Although there was nothing obvious to point to a syndrome for Laura, she had OA/TOF and hydrocephalus and was also struggling a bit with an open valve in her heart, so we were referred for genetic counselling.

Looking back now, the days have all blurred together – but some memories stand out. Going home for a night without my new baby was traumatic. 

Laura's Story

There was a regular round of doctors as we were under the TOF team, the neurosurgeons and the heart doctors. 

Eventually the valve in her heart closed, the neurosurgeons decided that she didn’t need a shunt for her hydrocephalus, and her oesophagus started to function. 

There were some lovely moments, ones that proved to be milestones during our time there. 

When Laura had her second swallow test it was decided to try her on feed by mouth. As I was keen to try and breastfeed her, we decided to try her on cup feeds. 

This is tricky, but she was greedy and quick to pick up the skill of drinking from the cup, even if we did spill more than she drank!

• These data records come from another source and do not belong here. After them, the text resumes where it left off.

"""The `ringsearch noise` and `ringsearch condition` commands."""

from __future__ import annotations

import json

import numpy as np

from ringsearch.cli import main
from ringsearch.data.io import read_strain


def _noise(tmp_path, name, *extra):
    out = tmp_path / name
    argv = ["noise", "--out", str(out), "--duration", "16", "--sample-rate", "1024",
            "--seed", "5", "--gps-start", "1000000000", *extra]
    assert main(argv) == 0
    return out


def test_noise_writes_reproducible_gwosc_files(tmp_path, capsys):
    a = _noise(tmp_path, "a.hdf5", "--detector", "L1")
    b = _noise(tmp_path, "b.hdf5", "--detector", "L1")
    s = read_strain(a)
    assert s.name == "L1" and float(s.duration.value) == 16.0
    assert float(s.sample_rate.value) == 1024.0 and float(s.t0.value) == 1e9
    assert s.value.tobytes() == read_strain(b).value.tobytes()
    flat = _noise(tmp_path, "flat.hdf5", "--psd", "flat", "--flat-level", "4e-46")
    # White noise of one-sided PSD S has variance S fs / 2 (= 2.05e-43 here); 16384
    # samples: standard error 1.1 %, tolerance 6 %.
    assert abs(np.var(read_strain(flat).value) / (4e-46 * 512) - 1) < 0.06
    asd = tmp_path / "asd.txt"
    asd.write_text("10 1e-22\n100 1e-23\n2000 1e-23\n")
    assert read_strain(_noise(tmp_path, "file.hdf5", "--psd", str(asd))).name == "H1"
    assert "wrote" in capsys.readouterr().out


def test_noise_bad_input(tmp_path, capsys):
    out = tmp_path / "x.hdf5"
    base = ["noise", "--out", str(out), "--seed", "1"]
    assert main([*base, "--duration", "1.00001"]) == 2
    assert main([*base, "--duration", "4", "--psd", "missing.txt"]) == 2
    assert main([*base, "--duration", "4", "--detector", "Hanford"]) == 2
    assert main([*base, "--duration", "4", "--flat-level", "1e-46"]) == 2
    # regressions: each of these was a traceback or a file with a NaN/absurd start time
    assert main([*base, "--duration", "4", "--sample-rate", "inf"]) == 2
    assert main([*base, "--duration", "4", "--gps-start", "nan"]) == 2
    assert main([*base, "--duration", "4", "--gps-start", "-5"]) == 2
    assert main([*base, "--duration", "1e9"]) == 2                      # MemoryError before
    assert main(["noise", "--out", str(tmp_path), "--seed", "1", "--duration", "4"]) == 2
    assert main(["noise", "--out", str(tmp_path / "x.txt"), "--seed", "1",
                 "--duration", "4"]) == 2                       # HDF5 bytes in a .txt file
    err = capsys.readouterr().err.strip().splitlines()
    assert len(err) == 10 and all(line.startswith("ringsearch noise: error:") for line in err)
    assert not out.exists() and not (tmp_path / "x.txt").exists()


def test_condition_writes_plots_and_records(tmp_path, capsys):
    h1 = _noise(tmp_path, "H-H1_SIM-1000000000-16.hdf5")
    l1 = _noise(tmp_path, "L-L1_SIM-1000000000-16.hdf5", "--detector", "L1")
    out = tmp_path / "out"
    assert main(["condition", str(h1), str(l1), "--out", str(out), "--around", "1000000008",
                 "--window", "0.5", "--f-low", "25"]) == 0
    assert (out / "asd.png").stat().st_size > 0
    for det, path in (("H1", h1), ("L1", l1)):
        rec = json.loads((out / det / "conditioning.json").read_text())
        assert rec["detector"] == det and rec["f_low_hz"] == 25.0
        assert rec["f_high_hz"] == 0.8 * 512
        assert rec["files"] == [str(path)]
        assert rec["analysed_segments"] == [[1e9 + 2.5, 1e9 + 13.5]]
        assert rec["gates"] == []
        assert (out / det / "whitened.png").stat().st_size > 0
        assert (out / det / "qtransform.png").stat().st_size > 0
    assert "H1: 11 s analysable" in capsys.readouterr().out


def test_condition_bad_input_leaves_nothing(tmp_path, capsys):
    h1 = _noise(tmp_path, "H-H1_SIM-1000000000-16.hdf5")
    l1_2048 = tmp_path / "L-L1_SIM-1000000000-16.hdf5"
    assert main(["noise", "--out", str(l1_2048), "--duration", "16", "--sample-rate", "2048",
                 "--seed", "1", "--detector", "L1"]) == 0
    out = tmp_path / "out"
    assert main(["condition", str(h1), str(l1_2048), "--out", str(out)]) == 2
    assert main(["condition", str(tmp_path / "none.hdf5"), "--out", str(out)]) == 2
    assert main(["condition", str(h1), "--out", str(out), "--around", "5"]) == 2
    assert main(["condition", str(h1), "--out", str(out), "--seglen", "32"]) == 2
    assert main(["condition", str(h1), "--out", str(out), "--seglen", "nan"]) == 2
    text = tmp_path / "one_column.txt"
    text.write_text("1e-21\n-2e-21\n" * 8)
    assert main(["condition", str(text), "--out", str(out), "--detector", "H1",
                 "--sample-rate", "16", "--gps-start", "nan"]) == 2
    err = capsys.readouterr().err.strip().splitlines()
    assert len(err) == 6
    assert "all detectors need one rate" in err[0]
    assert "does not exist" in err[1]
    assert "--around 5.0 is outside the H1 data" in err[2]
    assert "segment length 32 s" in err[3]
    assert "seglen nan" in err[4]            # used to blame the whitening filter length
    assert "gps_start nan" in err[5]         # used to give a series starting at NaN
    assert not out.exists()
    assert not [p for p in tmp_path.iterdir() if p.name.startswith(".out")]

Her first actual breast feed was a wonderful moment for me, and I couldn’t believe that it worked so easily at eight weeks old. I think the
fact that the nurses had insisted she had a dummy to keep her suck reflex going really helped.

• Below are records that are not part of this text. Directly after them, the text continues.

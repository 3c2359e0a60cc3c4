"""Execution engine: local, process pool and Dask give identical tables; resume is exact.

The chunk worker here is the statistical stand-in of ``campaign_fake_worker``
(passed in explicitly), so these tests exercise the engine alone; the real
search runs in ``test_campaign_search.py``.
"""

from __future__ import annotations

import copy
import os
import subprocess
import sys
import time
from pathlib import Path

import numpy as np
import pandas as pd
import pytest
from test_campaign_spec import BASE

from ringsearch.campaign import campaign_status, run_campaign, spec_from_dict
from ringsearch.campaign import execute as ex
from ringsearch.errors import InputError

FAKE = "campaign_fake_worker:fake_chunk"
TABLES = ["injections.parquet", "found.parquet", "background.parquet"]
CSVS = ["efficiency.csv", "sigmoid.csv", "threshold.csv"]


def small_spec(**over):
    raw = copy.deepcopy(BASE)
    raw["injections"]["count"] = 60
    raw["data"]["chunk_s"] = 16  # 6 slots per chunk -> 10 chunks
    for k, v in over.items():
        raw[k].update(v)
    return spec_from_dict(raw)


def assert_same_results(a: Path, b: Path) -> None:
    for name in TABLES:
        pd.testing.assert_frame_equal(pd.read_parquet(a / name), pd.read_parquet(b / name))
    for name in CSVS:
        assert (a / name).read_text() == (b / name).read_text(), name


def test_local_run_writes_every_table(tmp_path):
    status = run_campaign(small_spec(), tmp_path / "out", worker=FAKE, progress=False)
    assert status["complete"] and status["assembled"] and status["n_chunks"] == 10
    eff = pd.read_csv(tmp_path / "out" / "efficiency.csv")
    for col in ("injected_overtones", "template_overtones", "bin_lo", "bin_hi", "n_injected",
                "n_found", "efficiency", "ci_lo", "ci_hi", "binned_by"):
        assert col in eff.columns
    assert set(eff["binned_by"]) == {"network_snr", "distance_mpc"}
    found = pd.read_parquet(tmp_path / "out" / "found.parquet")
    assert len(found) == 60 * 2  # every injection, once per template overtone count
    # second call: nothing to do, same tables
    before = (tmp_path / "out" / "found.parquet").read_bytes()
    run_campaign(small_spec(), tmp_path / "out", worker=FAKE, progress=False)
    assert pd.read_parquet(tmp_path / "out" / "found.parquet").equals(
        pd.read_parquet(__import__("io").BytesIO(before)))


def test_process_pool_and_dask_match_in_process(tmp_path):
    spec = small_spec()
    run_campaign(spec, tmp_path / "one", worker=FAKE, progress=False)
    run_campaign(spec, tmp_path / "pool", worker=FAKE, workers=2, progress=False)
    assert_same_results(tmp_path / "one", tmp_path / "pool")
    distributed = pytest.importorskip("distributed")
    with distributed.LocalCluster(n_workers=1, threads_per_worker=2, processes=False,
                                  dashboard_address=None) as cluster, \
            distributed.Client(cluster) as client:
        run_campaign(spec, tmp_path / "dask", worker=FAKE, scheduler=client, progress=False)
    assert_same_results(tmp_path / "one", tmp_path / "dask")


def test_changed_config_and_foreign_folder_are_refused(tmp_path):
    run_campaign(small_spec(), tmp_path / "out", worker=FAKE, progress=False, max_chunks=2,
                 finalize=False)
    changed = small_spec(campaign={"seed": 8})
    with pytest.raises(InputError, match="different configuration"):
        run_campaign(changed, tmp_path / "out", worker=FAKE, progress=False)
    other = tmp_path / "other"
    other.mkdir()
    (other / "notes.txt").write_text("x")
    with pytest.raises(InputError, match="holds no campaign"):
        run_campaign(small_spec(), other, worker=FAKE, progress=False)
    assert campaign_status(tmp_path / "out")["chunks_done"] == 2


def test_dead_scheduler_fails_fast_with_one_sentence(tmp_path, monkeypatch):
    pytest.importorskip("distributed")
    monkeypatch.setattr(ex, "SCHEDULER_TIMEOUT_S", 2.0)
    with pytest.raises(InputError, match="did not answer"):
        run_campaign(small_spec(), tmp_path / "out", worker=FAKE,
                     scheduler="tcp://127.0.0.1:9", progress=False)
    assert not (tmp_path / "out").exists()  # no work started


def test_resume_after_kill_gives_identical_tables(tmp_path):
    spec_path = tmp_path / "c.toml"
    spec_path.write_text(TOML)
    from ringsearch.campaign import load_spec

    ref = tmp_path / "ref"
    run_campaign(load_spec(spec_path), ref, worker=FAKE, progress=False)
    out = tmp_path / "killed"
    here = Path(__file__).resolve().parent
    env = dict(os.environ, RINGSEARCH_FAKE_SLEEP="0.3",
               PYTHONPATH=os.pathsep.join([str(here), os.environ.get("PYTHONPATH", "")]))
    code = ("import sys; from ringsearch.campaign import load_spec, run_campaign; "
            f"run_campaign(load_spec(sys.argv[1]), sys.argv[2], worker={FAKE!r}, "
            "progress=False)")
    proc = subprocess.Popen([sys.executable, "-c", code, str(spec_path), str(out)], env=env)
    try:
        deadline = time.monotonic() + 60
        while not list((out / "chunks").glob("*.done")) if out.exists() else True:
            assert time.monotonic() < deadline and proc.poll() is None
            time.sleep(0.05)
    finally:
        proc.kill()
        proc.wait()
    done = campaign_status(out)["chunks_done"]
    assert 1 <= done < 10  # killed mid-run
    assert not (out / "efficiency.csv").exists()
    run_campaign(load_spec(spec_path), out, worker=FAKE, progress=False)
    assert_same_results(ref, out)


def test_efficiency_rises_with_snr_within_errors(tmp_path):
    # Non-decreasing within intervals: no later bin's upper limit below an earlier
    # bin's lower limit. 90 % intervals, ~15 bins per curve: chance failure < 1e-3.
    spec = small_spec(injections={"count": 600}, data={"chunk_s": 64})
    run_campaign(spec, tmp_path / "out", worker=FAKE, progress=False)
    eff = pd.read_csv(tmp_path / "out" / "efficiency.csv")
    for _, g in eff[eff["binned_by"] == "network_snr"].groupby(
            ["injected_overtones", "template_overtones"]):
        g = g.sort_values("bin_lo")
        running_lo = np.maximum.accumulate(g["ci_lo"].to_numpy())
        assert (g["ci_hi"].to_numpy() >= running_lo - 1e-12).all()


TOML = """
[campaign]
seed = 3
[data]
source = "synthetic"
detectors = ["H1", "L1"]
chunk_s = 16
pad_s = 2.0
[injections]
count = 60
overtones = [0, 1]
mass = { dist = "uniform", low = 50, high = 80 }
spin = { dist = "uniform", low = 0.3, high = 0.9 }
loudness = { by = "snr", snr = { dist = "uniform", low = 1, high = 15 } }
[search]
mass = [40, 100]
spin = [0.0, 0.95]
template_overtones = [0, 1]
[threshold]
far_per_year = 100.0
"""


def test_dead_worker_process_is_one_sentence_and_resumable(tmp_path):
    # regression: a killed pool process ended `campaign run` in a BrokenProcessPool traceback
    out = tmp_path / "out"
    with pytest.raises(InputError, match="worker process .* died"):
        run_campaign(small_spec(), out, worker="campaign_fake_worker:dying_chunk", workers=2,
                     progress=False)
    run_campaign(small_spec(), out, worker=FAKE, progress=False)  # resumes with a good worker
    run_campaign(small_spec(), tmp_path / "ref", worker=FAKE, progress=False)
    assert_same_results(out, tmp_path / "ref")


def test_script_without_main_guard_is_told_why_its_workers_died(tmp_path):
    # regression: a script calling run_campaign at its top level with workers=2 got
    # "died (killed, or out of memory)": spawned workers re-run the script and die
    script = tmp_path / "unguarded.py"
    script.write_text(
        "import sys\n"
        f"sys.path.insert(0, {str(Path(__file__).parent)!r})\n"
        "from test_campaign_execute import small_spec\n"
        "from ringsearch.campaign import run_campaign\n"
        f"run_campaign(small_spec(), {str(tmp_path / 'out')!r}, "
        f"worker={FAKE!r}, workers=2, progress=False)\n")
    run = subprocess.run([sys.executable, str(script)], capture_output=True, text=True,
                         timeout=300)
    assert run.returncode != 0
    assert "unguarded.py calls run_campaign at its top level" in run.stderr
    assert 'if __name__ == "__main__":' in run.stderr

Going home was both exciting and scary. 

We were encouraged to try a trial night at home which, although I hardly slept a wink, was lovely. The next day we were discharged and all at home – but not quite for good.

The first year can prove a challenge.

At this point you are probably hoping that I am going to say that all is well once you’re all home, and that your OA/TOF child can hit all their milestones the same as most other children.Some children really do go home and nothing else troubles them, but that didn’t happen to us or to many of the OA/TOF families I have met over the years.There were many wonderful moments over Laura’s first five years, but I am so proud of the way she coped with the difficult times. We were at the hospital almost every other week for outpatient appointments, and we were back as inpatients too.I decided that I wasn’t able to go back to work. Feeding Laura wasn’t straightforward as she coughed, spluttered and choked so much that I didn’t feel comfortable leaving her with anyone else.

Our experience with TOFS

The TOFS organisation has been a big part of our lives both with the support and friendship they have given us and through our turn being part of the organisation. 

Both my husband and I have been part of the Council of Management and we have both enjoyed the opportunity to try and fundraise and to offer support and friendship to other TOF families.